The question before Edmonton city council today is whether we are a city of champions. This is the revenge of the sign debate, two years after council decided to remove the “City of Champions” slogan from the signs that welcome people to our city on entrance highways.
We could go back and forth all day (as I’m sure they will in council chambers) on whether this moniker is about the good people of Edmonton standing up for each other, coming together in times of need or celebrating sports victories. Suffice to say, this return comes on the heels of the first successful Edmonton Oilers hockey season in more than a decade. (So count me as one who believes this to be mostly about sports.)
Regardless of how many times proponents talk about Edmontonians helping each other out after the devastating Black Friday tornado, or our support of charities and new businesses, it’s still got a whole lot of sports to it. Otherwise the booster video wouldn’t keep referencing sports (see below).
(Bonus points for only have white men in your video representing the best of Edmonton!)
Really, my biggest issue with this might be the term “champions”. While one can champion a cause and become a champion of an issue, we don’t tend to use the term like that as much as we may have in the past. So, it does feel like it’s about sports.
Which isn’t to say we can’t attach our city’s personality to sports teams, but I would argue it’s not exactly the strongest first impression to someone coming to Edmonton. In real life, folks don’t introduce themselves to a new person by proclaiming their sports team allegiances (or all of their recent personal victories). Also, our sports teams don’t really make Edmonton the kind of place someone wants to move to or launch a business in. That comes from a whole host of other factors. Factors that actually speak to what people here are about and how we act, or how we want to be seen.
The second issue on this might be the need to have a slogan on the city’s entrance signs at all. The removal of the wording came about during a discussion on whether such slogans were outdated and did nothing to promote Edmonton to others. Certainly, some cities have identifiable taglines, such as “Keep Austin Weird” but I challenge anyone who claims such slogans are great promotional tools for travel and investment to please name six other Canadian city slogans off the top of their head. It’s a rarity.
So, if we must have a slogan, let it be one that taps into what Edmonton is about, or aspires to be. That could be our “Make Something” brand, as a place where people can come to make something of themselves and build a life, business or passion. (A brand that seems to be inspiring duplication.) It could be something that links to our past as the “Gateway to the North”, or our future as a city that innovates, diversifies industry and creates new ideas.

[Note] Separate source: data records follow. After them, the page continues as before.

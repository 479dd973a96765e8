/** What `check` prints for a person: findings worst first, then what could not be checked, then what passed. */
import {
  type CheckedJob,
  type CheckReport,
  comparePractices,
  type Finding,
  formatQuantity,
  type Measure,
  numberText,
  type Practice,
  type Severity,
} from '../../core/api.ts';
import { statusWords } from './statusWords.ts';
import { textTable, wrapped } from './textTable.ts';

const severities: readonly Severity[] = ['stop', 'fix', 'look', 'note'];
const severityWords: Readonly<Record<Severity, string>> = {
  stop: 'STOP  do not energise until this is put right',
  fix: 'FIX   outside the chosen practice',
  look: 'LOOK  a person has to judge this',
  note: 'NOTE  for information',
};
export const caution =
  'This is arithmetic on the figures of the job. It does not replace the local code, the makers’ instructions, the inspector or a ' +
  'licensed electrician; where they differ, they prevail. Isolate every source and prove the circuit dead before working on it: a ' +
  'battery cannot be switched off, and a spanner across it burns.';

/** The same job judged by another practice. */
export interface Beside {
  readonly practice: Practice;
  readonly report: CheckReport;
}

export function checkText(job: CheckedJob, report: CheckReport, beside?: Beside): string {
  const { findings, notChecked, passed } = report;
  const assumed = job.practiceAssumed === true ? ', assumed; the job names none' : '';
  const counts = severities.map((severity) => `${String(countOf(findings, severity))} ${severity}`).join(', ');
  const passedCount = passed.reduce((sum, { count }) => sum + count, 0);
  return [
    `${job.title}\nPractice: ${job.practice}${job.practiceEdition === undefined ? '' : ` (${job.practiceEdition})`}${assumed}\n`,
    `${counts}; ${String(notChecked.length)} not checked; ${String(passedCount)} passed.\n`,
    ...severities.map((severity) => findingsText(severity, findings)),
    notChecked.length === 0
      ? ''
      : `Not checked, for want of a figure (this is not a pass):\n${textTable(
          ['rule', 'parts', 'missing'].map((head) => ({ head, align: 'left' })),
          notChecked.map(({ rule, parts, missing }) => [rule, parts.join(', '), missing]),
        )}`,
    passed.length === 0
      ? ''
      : `Passed:\n${textTable(
          [
            { head: 'rule', align: 'left' },
            { head: 'times', align: 'right' },
          ],
          passed.map(({ rule, count }) => [rule, String(count)]),
        )}`,
    beside === undefined ? '' : besideText(job.practice, report, beside),
    wrapped(caution),
  ]
    .filter((text) => text !== '')
    .join('\n');
}

/** What two books say of one job, where they differ. */
function besideText(practice: Practice, own: CheckReport, { practice: other, report }: Beside): string {
  const { apart, alike } = comparePractices(own, report);
  const alikeText = `${String(alike.length)} ${alike.length === 1 ? 'finding is' : 'findings are'} the same in both.\n`;
  if (apart.length === 0) return `Beside it by ${other}: no finding differs; ${alikeText}`;
  const cell = (finding: Finding | null) =>
    finding === null
      ? 'no finding'
      : `${finding.severity}: ${measureText(finding.measured)}, limit ${measureText(finding.limit)}`;
  const rows = apart.map(({ own: here, other: there }) => {
    const either = here ?? there;
    return [either?.rule ?? '', (either?.parts ?? []).join(', '), cell(here), cell(there)];
  });
  const heads = ['rule', 'parts', practice, other].map((head) => ({ head, align: 'left' as const }));
  return `Where ${practice} and ${other} differ:\n${textTable(heads, rows)}${alikeText}`;
}

function countOf(findings: readonly Finding[], severity: Severity): number {
  return findings.filter((finding) => finding.severity === severity).length;
}

function findingsText(severity: Severity, findings: readonly Finding[]): string {
  const texts = findings.filter((finding) => finding.severity === severity).map(findingText);
  return texts.length === 0 ? '' : `${severityWords[severity]}\n\n${texts.join('\n')}`;
}

function findingText(finding: Finding): string {
  const parts = finding.parts.length === 0 ? 'the job' : finding.parts.join(', ');
  const indent = { indent: '    ' };
  return [
    wrapped(`- ${finding.rule} at ${parts}, case ${finding.case}`),
    wrapped(finding.message, indent),
    wrapped(`Measured ${measureText(finding.measured)}, limit ${measureText(finding.limit)}.`, indent),
    wrapped(`Remedy: ${finding.remedy}`, indent),
    wrapped(`Basis: ${finding.basis} [${statusWords[finding.basisStatus]}]`, indent),
  ].join('');
}

/** A measure of unit `1` may be a fraction or a count, so it is written as the number that it is. */
function measureText({ value, unit }: Measure): string {
  return unit === '1' ? numberText({ value }) : formatQuantity({ value, unit });
}
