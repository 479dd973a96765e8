/** What was compared and held, folded. */
import Box from '@mui/material/Box';
import type { ReactElement } from 'react';
import type { Passed } from '../../../core/api.ts';
import { checkRules, plainFields, sentenceCase } from '../../../core/api.ts';

export function PassedList({ passed }: { readonly passed: readonly Passed[] }): ReactElement {
  if (passed.length === 0) return <Box sx={{ color: 'var(--soft)' }}>No comparison was made that held.</Box>;
  return (
    <Box
      component="table"
      sx={{ borderCollapse: 'collapse', '& td, & th': { padding: '0.25rem 0.75rem', textAlign: 'left' } }}
    >
      <thead>
        <tr>
          <Box component="th" scope="col" sx={{ fontWeight: 600 }}>
            Times
          </Box>
          <Box component="th" scope="col" sx={{ fontWeight: 600 }}>
            What was compared
          </Box>
        </tr>
      </thead>
      <tbody>
        {passed.map(({ rule, count }) => (
          <Box component="tr" key={rule} sx={{ borderTop: '1px solid var(--hair)' }}>
            <Box component="td" sx={{ fontVariantNumeric: 'tabular-nums' }}>
              {count}
            </Box>
            <td>{comparedBy(rule)}</td>
          </Box>
        ))}
      </tbody>
    </Box>
  );
}

function comparedBy(id: string): string {
  return sentenceCase(plainFields(checkRules.find((rule) => rule.id === id)?.compares ?? id));
}
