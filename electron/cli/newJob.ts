/** `new`: a starter job from one of the invented examples. */
import { nearestNameHint, parseJob, quoted } from '../../core/api.ts';
import { starters } from '../../data/starters.ts';
import type { Io } from './io.ts';
import { jsonText } from './jsonText.ts';
import type { CommandOptions } from './options.ts';
import { exitStatus, Refusal } from './refusal.ts';
import { textTable } from './textTable.ts';
import { writeOut } from './writeOut.ts';

/** Without a name the names are listed; with one, that job is written. */
export async function newJob(name: string | undefined, options: CommandOptions, io: Io): Promise<number> {
  if (name === undefined) {
    await print(options.json === true ? jsonText({ starters: listed() }) : listText(), options, io);
    return exitStatus.done;
  }
  const text = starters.get(name);
  if (text === undefined) {
    const names = [...starters.keys()];
    throw new Refusal(
      exitStatus.words,
      `There is no starter ${quoted(name)}${nearestNameHint(name, names)}. There are ${names.join(', ')}.`,
    );
  }
  await print(text, options, io);
  if (options.out !== undefined && options.quiet !== true) io.err(`Wrote ${options.out}.\n`);
  return exitStatus.done;
}

async function print(text: string, { out }: CommandOptions, io: Io): Promise<void> {
  if (out === undefined) await io.out(text);
  else writeOut({ path: out, content: text, keepExisting: true });
}

interface Listed {
  readonly name: string;
  readonly title: string;
}

function listed(): readonly Listed[] {
  return [...starters].map(([name, text]) => {
    const read = parseJob(text);
    return { name, title: read.ok ? read.value.title : '' };
  });
}

function listText(): string {
  const rows = listed().map(({ name, title }) => [name, title]);
  const table = textTable(
    [
      { head: 'starter', align: 'left' },
      { head: 'what it is (invented)', align: 'left' },
    ],
    rows,
  );
  return `${table}\nohmwright new <starter> --out my.job.json\n`;
}
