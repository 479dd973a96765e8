/** What `faultlevel --json` prints: the keys that the contract states, over all cases asked for; beside them each case. */
import type {
  CheckedJob,
  DeviceFaultRow,
  FaultCurrent,
  FaultMethod,
  FaultStudy,
  FaultSummary,
  JunctionFault,
  JunctionFaultRow,
} from '../../core/api.ts';

/** The cases that `faultlevel` studied by one method, and what they come to together. */
export interface FaultLevels {
  readonly job: CheckedJob;
  readonly method: FaultMethod;
  readonly studies: readonly FaultStudy[];
  readonly summary: FaultSummary;
}

export function faultLevelAnswer({ method, studies, summary }: FaultLevels): unknown {
  return {
    method,
    junctions: summary.poles.map(junctionAnswer),
    earth: summary.earth.map(junctionAnswer),
    devices: summary.devices.map(deviceAnswer),
    cases: studies.map(({ case: id, junctions, devices }) => ({
      case: id,
      junctions: junctions.map(faultAnswer),
      devices,
    })),
    assumed: [...new Set(studies.flatMap(({ assumed }) => assumed))],
  };
}

function junctionAnswer({ junction, to, highest, lowest, samePole }: JunctionFaultRow): unknown {
  return {
    junction,
    to,
    prospectiveMaxA: highest?.current.firstA ?? null,
    prospectiveMinA: lowest?.current.settledA ?? null,
    sourceResistanceOhm: highest?.current.sourceOhm ?? null,
    settledMaxA: highest?.current.settledA ?? null,
    openV: highest?.current.openV ?? null,
    maxCase: highest?.case ?? null,
    minCase: lowest?.case ?? null,
    samePole,
    shares: highest?.current.shares ?? [],
  };
}

function deviceAnswer({ id, interruptA, ok, fault, clearing }: DeviceFaultRow): unknown {
  return {
    id,
    maxA: fault?.highestA ?? null,
    interruptA,
    ok,
    clearS: clearing?.clearS ?? null,
    clears: clearing?.clears ?? null,
    clearing: clearing?.text ?? null,
    maxAt: fault?.at ?? null,
    minA: fault?.lowestA ?? null,
    minAt: fault?.lowestAt ?? null,
    minTo: fault?.lowestTo ?? null,
    fromBothSides: fault?.fromBothSides ?? false,
    sides: fault?.sides ?? [],
  };
}

function faultAnswer({ junction, to, highest, lowest }: JunctionFault): unknown {
  const figures = (current: FaultCurrent | null) =>
    current === null ? null : { firstA: current.firstA, settledA: current.settledA, openV: current.openV };
  return { junction, to, highest: figures(highest), lowest: figures(lowest) };
}
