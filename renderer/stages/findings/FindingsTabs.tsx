/** The three looks at the findings, one at a time; arrow keys go from tab to tab. */
import Box from '@mui/material/Box';
import { styled } from '@mui/material/styles';
import { type KeyboardEvent, type ReactElement, type ReactNode, useRef } from 'react';
import { changeView, type FindingsTab, findingsTabs, useFindingsView } from './findingsView.ts';

const NAMES: Readonly<Record<FindingsTab, string>> = {
  verdicts: 'Verdicts',
  protection: 'Protection',
  practices: 'Two rule books',
};

export function FindingsTabs(panels: Readonly<Record<FindingsTab, ReactNode>>): ReactElement {
  const { tab } = useFindingsView();
  const list = useRef<HTMLDivElement>(null);
  const walk = (event: KeyboardEvent): void => {
    const step = STEPS[event.key];
    if (step === undefined) return;
    event.preventDefault();
    const last = findingsTabs.length - 1;
    const to = Number.isFinite(step) ? (findingsTabs.indexOf(tab) + step + last + 1) % (last + 1) : step > 0 ? last : 0;
    const next = findingsTabs[to];
    if (next === undefined) return;
    changeView({ tab: next });
    list.current?.querySelectorAll<HTMLElement>('[role="tab"]')[to]?.focus();
  };
  return (
    <>
      <TabRow ref={list} role="tablist" aria-label="Looks at the findings" onKeyDown={walk}>
        {findingsTabs.map((one) => (
          <Tab
            key={one}
            type="button"
            role="tab"
            id={`findings-tab-${one}`}
            aria-selected={one === tab}
            aria-controls={one === tab ? `findings-panel-${one}` : undefined}
            tabIndex={one === tab ? 0 : -1}
            onClick={() => changeView({ tab: one })}
          >
            {NAMES[one]}
          </Tab>
        ))}
      </TabRow>
      <Box role="tabpanel" id={`findings-panel-${tab}`} aria-labelledby={`findings-tab-${tab}`}>
        {panels[tab]}
      </Box>
    </>
  );
}

const STEPS: Readonly<Record<string, number>> = {
  ArrowRight: 1,
  ArrowLeft: -1,
  Home: Number.NEGATIVE_INFINITY,
  End: Number.POSITIVE_INFINITY,
};

const TabRow = styled('div')({
  display: 'flex',
  flexWrap: 'wrap',
  gap: '0.25rem',
  borderBottom: '1px solid var(--hair)',
  marginBottom: '0.625rem',
});

const Tab = styled('button')({
  font: 'inherit',
  fontSize: '0.9375rem',
  color: 'var(--soft)',
  background: 'none',
  border: 0,
  borderRadius: 0,
  padding: '0.25rem 0.75rem',
  minHeight: '2rem',
  cursor: 'pointer',
  '&:hover': { color: 'var(--ink)' },
  '&[aria-selected="true"]': { color: 'var(--ink)', fontWeight: 600, boxShadow: 'inset 0 -3px 0 var(--copper)' },
  '&:focus-visible': { outline: '2px solid var(--volt)', outlineOffset: -2 },
  '@media (pointer: coarse)': { minHeight: 44 },
});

I suspect any vote at council will fall along similar lines to the decision in 2015 and we won’t be calling ourselves the city of champions again. Then again, those councillors do like wearing Oilers jerseys…
Around the city
The City has passed new rules for our older neighbourhoods. The initial stories focus on a switcheroo councillors pulled on allowing front driveways. (Likely more to come on this.)
City staff will investigate whether Edmonton can introduce a new level of property tax for owners who place restrictive covenants on their property, limiting what can be built there in the future. For homeowners these covenants mean pushing off the pressure to create infill housing on their neighbours, or other neighbourhoods, and for businesses this often means closed grocery stores that sit empty for years.
It takes Edmonton Fire and Rescue a little longer to get out to calls in new west-end neighbourhoods. Another good reason to charge developers more, or charge residents over the long-term for building and living in far-flung suburbs while depending on the same kinds of cost for core services more densely populated and connected neighbourhoods get. The cost for sprawl isn’t properly accounted for when new neighbourhoods are built, and the price – in this case, eventual new fire stations and staff – will be carried by the rest of the city down the road.
Edmonton Police are nearing their transition from police cars to police SUVs. We’re probably the only city in Canada to have more SUVs than cars as police vehicles.
It’s Reconciliation Week in Edmonton, with many events offering a chance to reflect, learn and grow as a city together. Meanwhile… Edmonton’s Archbishop is asking the Pope to apologize for the Catholic Church’s role in residential schools, and there’s a new aboriginal liaison at the Archdiocese.
The Recreation Facility Master Plan has a pop-up event today at the Clareview Recreation Centre, 4-8 p.m.
There’s an open house tonight for the concept plan of the Dawson Park and Kinnaird Ravine Master Plan, 5-8 p.m., at Alex Taylor School.